§ **Assignment**:
Please restate, word for word, the lines below that begin at the one with "repository 48914221eb1ded6a" and end at the one with "FakeIndex, type Document". Leave out all other lines.

START The records

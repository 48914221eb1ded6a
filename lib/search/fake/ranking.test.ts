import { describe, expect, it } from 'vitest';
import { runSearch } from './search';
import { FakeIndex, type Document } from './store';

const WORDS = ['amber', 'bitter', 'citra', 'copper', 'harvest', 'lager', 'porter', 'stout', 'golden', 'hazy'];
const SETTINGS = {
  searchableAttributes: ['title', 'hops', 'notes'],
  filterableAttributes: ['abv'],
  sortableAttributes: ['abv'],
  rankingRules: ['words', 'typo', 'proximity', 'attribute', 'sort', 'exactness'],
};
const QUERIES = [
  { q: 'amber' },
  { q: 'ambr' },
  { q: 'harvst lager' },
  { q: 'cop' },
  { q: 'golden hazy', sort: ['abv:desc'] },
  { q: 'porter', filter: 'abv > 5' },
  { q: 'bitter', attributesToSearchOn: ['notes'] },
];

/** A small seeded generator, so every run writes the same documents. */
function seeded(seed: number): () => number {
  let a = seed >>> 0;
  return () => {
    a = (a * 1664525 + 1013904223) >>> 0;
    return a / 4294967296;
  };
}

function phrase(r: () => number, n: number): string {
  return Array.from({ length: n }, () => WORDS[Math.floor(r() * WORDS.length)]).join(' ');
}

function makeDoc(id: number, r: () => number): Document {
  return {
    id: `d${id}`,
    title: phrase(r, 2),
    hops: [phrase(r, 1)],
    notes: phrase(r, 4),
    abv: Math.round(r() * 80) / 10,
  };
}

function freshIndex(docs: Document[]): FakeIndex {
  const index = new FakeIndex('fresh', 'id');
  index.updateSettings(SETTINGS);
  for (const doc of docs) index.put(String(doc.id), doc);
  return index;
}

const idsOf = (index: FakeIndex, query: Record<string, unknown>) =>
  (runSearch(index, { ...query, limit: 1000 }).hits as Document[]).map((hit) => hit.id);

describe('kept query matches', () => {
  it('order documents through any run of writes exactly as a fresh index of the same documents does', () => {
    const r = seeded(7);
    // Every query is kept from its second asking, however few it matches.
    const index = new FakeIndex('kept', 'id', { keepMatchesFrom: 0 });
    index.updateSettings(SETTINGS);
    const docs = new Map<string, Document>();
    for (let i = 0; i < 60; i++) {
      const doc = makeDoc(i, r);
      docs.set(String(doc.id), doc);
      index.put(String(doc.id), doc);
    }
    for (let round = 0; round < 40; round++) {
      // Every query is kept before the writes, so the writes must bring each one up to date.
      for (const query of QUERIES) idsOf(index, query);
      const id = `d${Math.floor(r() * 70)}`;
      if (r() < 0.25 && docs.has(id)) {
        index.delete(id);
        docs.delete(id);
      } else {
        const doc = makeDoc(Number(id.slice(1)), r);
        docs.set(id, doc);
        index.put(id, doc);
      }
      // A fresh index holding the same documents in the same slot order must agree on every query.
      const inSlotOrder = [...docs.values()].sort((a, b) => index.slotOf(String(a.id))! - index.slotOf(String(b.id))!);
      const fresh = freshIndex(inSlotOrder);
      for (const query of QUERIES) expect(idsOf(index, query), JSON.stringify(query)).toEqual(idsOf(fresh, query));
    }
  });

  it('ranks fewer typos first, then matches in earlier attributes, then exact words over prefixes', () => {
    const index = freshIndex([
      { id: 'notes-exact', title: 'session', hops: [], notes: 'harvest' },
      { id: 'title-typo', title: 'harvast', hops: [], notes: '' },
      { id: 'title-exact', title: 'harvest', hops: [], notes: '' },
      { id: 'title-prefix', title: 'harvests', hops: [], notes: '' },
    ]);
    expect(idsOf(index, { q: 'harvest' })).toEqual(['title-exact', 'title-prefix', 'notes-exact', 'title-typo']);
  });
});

END The records
START The records

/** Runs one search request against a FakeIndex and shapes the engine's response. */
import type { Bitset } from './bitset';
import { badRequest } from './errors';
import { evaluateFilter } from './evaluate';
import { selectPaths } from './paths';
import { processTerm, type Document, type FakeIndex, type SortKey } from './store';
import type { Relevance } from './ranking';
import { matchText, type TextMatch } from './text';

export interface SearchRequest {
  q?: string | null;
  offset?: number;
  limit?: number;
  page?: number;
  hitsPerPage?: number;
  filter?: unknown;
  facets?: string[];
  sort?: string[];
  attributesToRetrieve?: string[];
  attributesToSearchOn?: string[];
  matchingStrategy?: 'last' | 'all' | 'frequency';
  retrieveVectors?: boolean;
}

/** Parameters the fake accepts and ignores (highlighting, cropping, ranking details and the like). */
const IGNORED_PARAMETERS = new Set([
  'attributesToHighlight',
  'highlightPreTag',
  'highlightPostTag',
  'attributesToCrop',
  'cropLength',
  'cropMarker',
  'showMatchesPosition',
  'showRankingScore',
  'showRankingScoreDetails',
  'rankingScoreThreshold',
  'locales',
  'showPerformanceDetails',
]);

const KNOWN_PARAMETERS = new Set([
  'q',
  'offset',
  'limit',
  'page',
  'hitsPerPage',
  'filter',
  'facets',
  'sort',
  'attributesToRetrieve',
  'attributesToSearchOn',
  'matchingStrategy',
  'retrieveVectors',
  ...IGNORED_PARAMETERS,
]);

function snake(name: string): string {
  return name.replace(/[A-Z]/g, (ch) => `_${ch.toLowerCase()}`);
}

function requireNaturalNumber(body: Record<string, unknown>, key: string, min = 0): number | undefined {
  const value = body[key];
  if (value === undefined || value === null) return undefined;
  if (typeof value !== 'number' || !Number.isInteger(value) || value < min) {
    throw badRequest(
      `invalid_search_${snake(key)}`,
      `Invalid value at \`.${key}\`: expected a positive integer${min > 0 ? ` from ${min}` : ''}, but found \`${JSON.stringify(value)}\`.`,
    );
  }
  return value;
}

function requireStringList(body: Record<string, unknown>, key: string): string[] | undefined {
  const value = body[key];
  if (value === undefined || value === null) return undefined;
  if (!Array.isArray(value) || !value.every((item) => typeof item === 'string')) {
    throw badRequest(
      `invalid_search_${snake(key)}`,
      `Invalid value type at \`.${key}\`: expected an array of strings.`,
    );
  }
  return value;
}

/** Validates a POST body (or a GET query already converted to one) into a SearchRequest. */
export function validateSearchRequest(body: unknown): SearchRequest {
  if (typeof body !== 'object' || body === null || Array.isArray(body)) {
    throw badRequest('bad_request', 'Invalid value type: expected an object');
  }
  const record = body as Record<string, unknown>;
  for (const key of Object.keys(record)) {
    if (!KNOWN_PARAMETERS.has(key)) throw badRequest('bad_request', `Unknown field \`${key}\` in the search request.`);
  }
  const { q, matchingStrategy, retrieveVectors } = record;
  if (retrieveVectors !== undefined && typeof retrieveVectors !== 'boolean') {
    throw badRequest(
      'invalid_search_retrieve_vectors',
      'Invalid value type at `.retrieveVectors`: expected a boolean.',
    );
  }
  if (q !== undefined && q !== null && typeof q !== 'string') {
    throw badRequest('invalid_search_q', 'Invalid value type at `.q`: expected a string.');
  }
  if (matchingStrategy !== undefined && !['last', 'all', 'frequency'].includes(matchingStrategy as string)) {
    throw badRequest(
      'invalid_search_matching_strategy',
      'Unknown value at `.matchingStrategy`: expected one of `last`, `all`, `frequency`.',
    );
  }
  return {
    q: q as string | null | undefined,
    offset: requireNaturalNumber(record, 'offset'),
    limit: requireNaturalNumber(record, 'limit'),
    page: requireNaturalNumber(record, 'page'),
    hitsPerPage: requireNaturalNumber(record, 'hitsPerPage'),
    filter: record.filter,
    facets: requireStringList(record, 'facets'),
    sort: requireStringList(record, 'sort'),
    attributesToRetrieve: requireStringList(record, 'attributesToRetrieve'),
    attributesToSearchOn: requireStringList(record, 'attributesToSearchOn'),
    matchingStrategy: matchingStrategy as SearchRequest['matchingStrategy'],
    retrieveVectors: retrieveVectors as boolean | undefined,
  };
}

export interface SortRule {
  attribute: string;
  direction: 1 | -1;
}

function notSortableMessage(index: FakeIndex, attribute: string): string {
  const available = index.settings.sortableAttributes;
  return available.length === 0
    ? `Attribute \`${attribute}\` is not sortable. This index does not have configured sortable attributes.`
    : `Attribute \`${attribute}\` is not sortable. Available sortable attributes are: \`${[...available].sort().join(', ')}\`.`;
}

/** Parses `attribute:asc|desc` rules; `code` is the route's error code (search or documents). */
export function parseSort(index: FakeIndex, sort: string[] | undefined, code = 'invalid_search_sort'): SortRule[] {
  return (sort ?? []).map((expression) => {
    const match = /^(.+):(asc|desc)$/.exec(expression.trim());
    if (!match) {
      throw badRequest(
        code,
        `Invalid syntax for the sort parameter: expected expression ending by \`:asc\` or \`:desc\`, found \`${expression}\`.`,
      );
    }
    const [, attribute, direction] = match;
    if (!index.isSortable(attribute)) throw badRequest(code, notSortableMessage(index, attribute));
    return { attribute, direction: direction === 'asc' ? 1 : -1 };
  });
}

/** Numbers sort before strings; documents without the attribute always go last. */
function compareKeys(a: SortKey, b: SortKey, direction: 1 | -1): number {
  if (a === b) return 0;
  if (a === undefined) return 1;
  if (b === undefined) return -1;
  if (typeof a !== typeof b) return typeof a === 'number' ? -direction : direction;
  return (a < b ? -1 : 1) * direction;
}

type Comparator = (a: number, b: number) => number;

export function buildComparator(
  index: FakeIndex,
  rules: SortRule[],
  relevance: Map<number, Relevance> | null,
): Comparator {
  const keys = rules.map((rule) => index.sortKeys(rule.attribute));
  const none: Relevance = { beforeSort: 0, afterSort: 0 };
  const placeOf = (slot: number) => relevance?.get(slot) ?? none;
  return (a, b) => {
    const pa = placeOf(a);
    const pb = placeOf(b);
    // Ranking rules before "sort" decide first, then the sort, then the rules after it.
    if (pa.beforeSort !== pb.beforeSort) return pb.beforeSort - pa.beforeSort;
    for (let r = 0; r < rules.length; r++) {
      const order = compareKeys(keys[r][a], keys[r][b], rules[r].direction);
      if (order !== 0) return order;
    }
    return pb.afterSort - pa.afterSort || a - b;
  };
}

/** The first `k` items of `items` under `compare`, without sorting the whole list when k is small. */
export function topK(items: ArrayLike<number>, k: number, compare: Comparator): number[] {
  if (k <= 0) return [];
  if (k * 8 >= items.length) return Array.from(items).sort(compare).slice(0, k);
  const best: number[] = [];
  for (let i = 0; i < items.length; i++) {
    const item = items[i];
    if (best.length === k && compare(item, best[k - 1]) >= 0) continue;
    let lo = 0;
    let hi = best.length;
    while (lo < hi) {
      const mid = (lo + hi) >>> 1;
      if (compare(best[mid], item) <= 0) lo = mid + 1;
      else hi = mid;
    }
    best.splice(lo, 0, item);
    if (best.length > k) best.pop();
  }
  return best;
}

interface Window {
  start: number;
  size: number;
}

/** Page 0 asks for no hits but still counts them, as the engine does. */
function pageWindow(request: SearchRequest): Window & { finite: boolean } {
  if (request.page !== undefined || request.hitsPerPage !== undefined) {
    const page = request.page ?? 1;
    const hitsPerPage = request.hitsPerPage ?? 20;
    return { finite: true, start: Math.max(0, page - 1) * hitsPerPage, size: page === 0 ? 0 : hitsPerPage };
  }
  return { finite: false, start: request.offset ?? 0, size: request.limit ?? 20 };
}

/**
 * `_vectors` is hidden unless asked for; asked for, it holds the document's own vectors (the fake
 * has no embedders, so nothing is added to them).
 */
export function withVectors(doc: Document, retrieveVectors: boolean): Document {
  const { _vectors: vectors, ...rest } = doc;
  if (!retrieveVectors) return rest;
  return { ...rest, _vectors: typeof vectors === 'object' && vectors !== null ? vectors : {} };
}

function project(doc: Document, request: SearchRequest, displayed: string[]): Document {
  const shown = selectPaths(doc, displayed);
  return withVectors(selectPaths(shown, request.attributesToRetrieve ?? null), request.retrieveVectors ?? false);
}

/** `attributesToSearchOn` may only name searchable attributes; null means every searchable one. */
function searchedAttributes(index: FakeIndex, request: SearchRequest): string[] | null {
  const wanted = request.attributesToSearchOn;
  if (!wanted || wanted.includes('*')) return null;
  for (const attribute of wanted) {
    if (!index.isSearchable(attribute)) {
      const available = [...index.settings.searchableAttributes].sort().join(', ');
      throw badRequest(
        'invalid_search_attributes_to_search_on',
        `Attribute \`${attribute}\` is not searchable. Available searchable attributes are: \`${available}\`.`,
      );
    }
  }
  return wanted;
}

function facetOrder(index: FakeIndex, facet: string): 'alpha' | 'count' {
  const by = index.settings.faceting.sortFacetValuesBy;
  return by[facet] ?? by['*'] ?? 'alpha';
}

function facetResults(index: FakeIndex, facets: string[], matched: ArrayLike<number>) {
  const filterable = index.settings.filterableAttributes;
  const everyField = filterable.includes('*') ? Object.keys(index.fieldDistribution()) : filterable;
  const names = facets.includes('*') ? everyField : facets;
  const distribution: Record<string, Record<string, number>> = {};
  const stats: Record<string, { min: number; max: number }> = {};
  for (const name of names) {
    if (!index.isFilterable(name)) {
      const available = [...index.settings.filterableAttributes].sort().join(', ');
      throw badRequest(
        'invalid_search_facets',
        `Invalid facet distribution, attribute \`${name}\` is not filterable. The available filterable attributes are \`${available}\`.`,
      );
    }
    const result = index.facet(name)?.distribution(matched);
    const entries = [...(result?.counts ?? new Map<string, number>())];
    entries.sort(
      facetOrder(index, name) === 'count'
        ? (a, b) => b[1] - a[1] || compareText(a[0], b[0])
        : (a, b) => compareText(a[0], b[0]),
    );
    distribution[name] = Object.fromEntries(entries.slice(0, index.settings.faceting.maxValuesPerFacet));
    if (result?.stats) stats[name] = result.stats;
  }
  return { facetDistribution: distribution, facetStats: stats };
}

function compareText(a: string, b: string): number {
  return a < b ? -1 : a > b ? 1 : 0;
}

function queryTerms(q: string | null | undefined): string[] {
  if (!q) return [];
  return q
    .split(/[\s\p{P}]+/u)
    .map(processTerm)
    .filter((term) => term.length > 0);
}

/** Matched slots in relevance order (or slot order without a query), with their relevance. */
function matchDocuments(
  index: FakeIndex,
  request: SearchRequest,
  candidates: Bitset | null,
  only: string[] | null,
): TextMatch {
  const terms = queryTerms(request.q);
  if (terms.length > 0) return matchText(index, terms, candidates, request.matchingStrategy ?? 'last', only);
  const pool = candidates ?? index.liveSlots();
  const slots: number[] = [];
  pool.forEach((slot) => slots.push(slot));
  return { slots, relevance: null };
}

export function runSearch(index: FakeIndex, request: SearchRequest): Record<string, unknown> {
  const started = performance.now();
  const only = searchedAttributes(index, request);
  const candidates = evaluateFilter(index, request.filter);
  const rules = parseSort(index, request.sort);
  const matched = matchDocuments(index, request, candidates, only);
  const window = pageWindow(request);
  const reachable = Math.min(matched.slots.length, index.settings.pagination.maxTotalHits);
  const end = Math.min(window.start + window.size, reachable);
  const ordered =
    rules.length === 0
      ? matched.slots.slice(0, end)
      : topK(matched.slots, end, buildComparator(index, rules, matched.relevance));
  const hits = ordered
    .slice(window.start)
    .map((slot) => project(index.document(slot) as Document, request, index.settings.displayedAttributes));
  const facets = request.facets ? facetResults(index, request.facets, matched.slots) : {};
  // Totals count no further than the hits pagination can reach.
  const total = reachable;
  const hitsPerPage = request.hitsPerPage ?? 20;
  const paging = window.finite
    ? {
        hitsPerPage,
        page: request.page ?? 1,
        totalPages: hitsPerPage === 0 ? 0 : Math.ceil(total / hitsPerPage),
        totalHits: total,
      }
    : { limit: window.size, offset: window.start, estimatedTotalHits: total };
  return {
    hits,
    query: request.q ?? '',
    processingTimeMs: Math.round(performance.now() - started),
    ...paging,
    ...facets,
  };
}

END The records

§ **Result for this task**:
repository 48914221eb1ded6a
filename lib/search/fake/ranking.test.ts
import { describe, expect, it } from 'vitest';
import { runSearch } from './search';
import { FakeIndex, type Document } from './store';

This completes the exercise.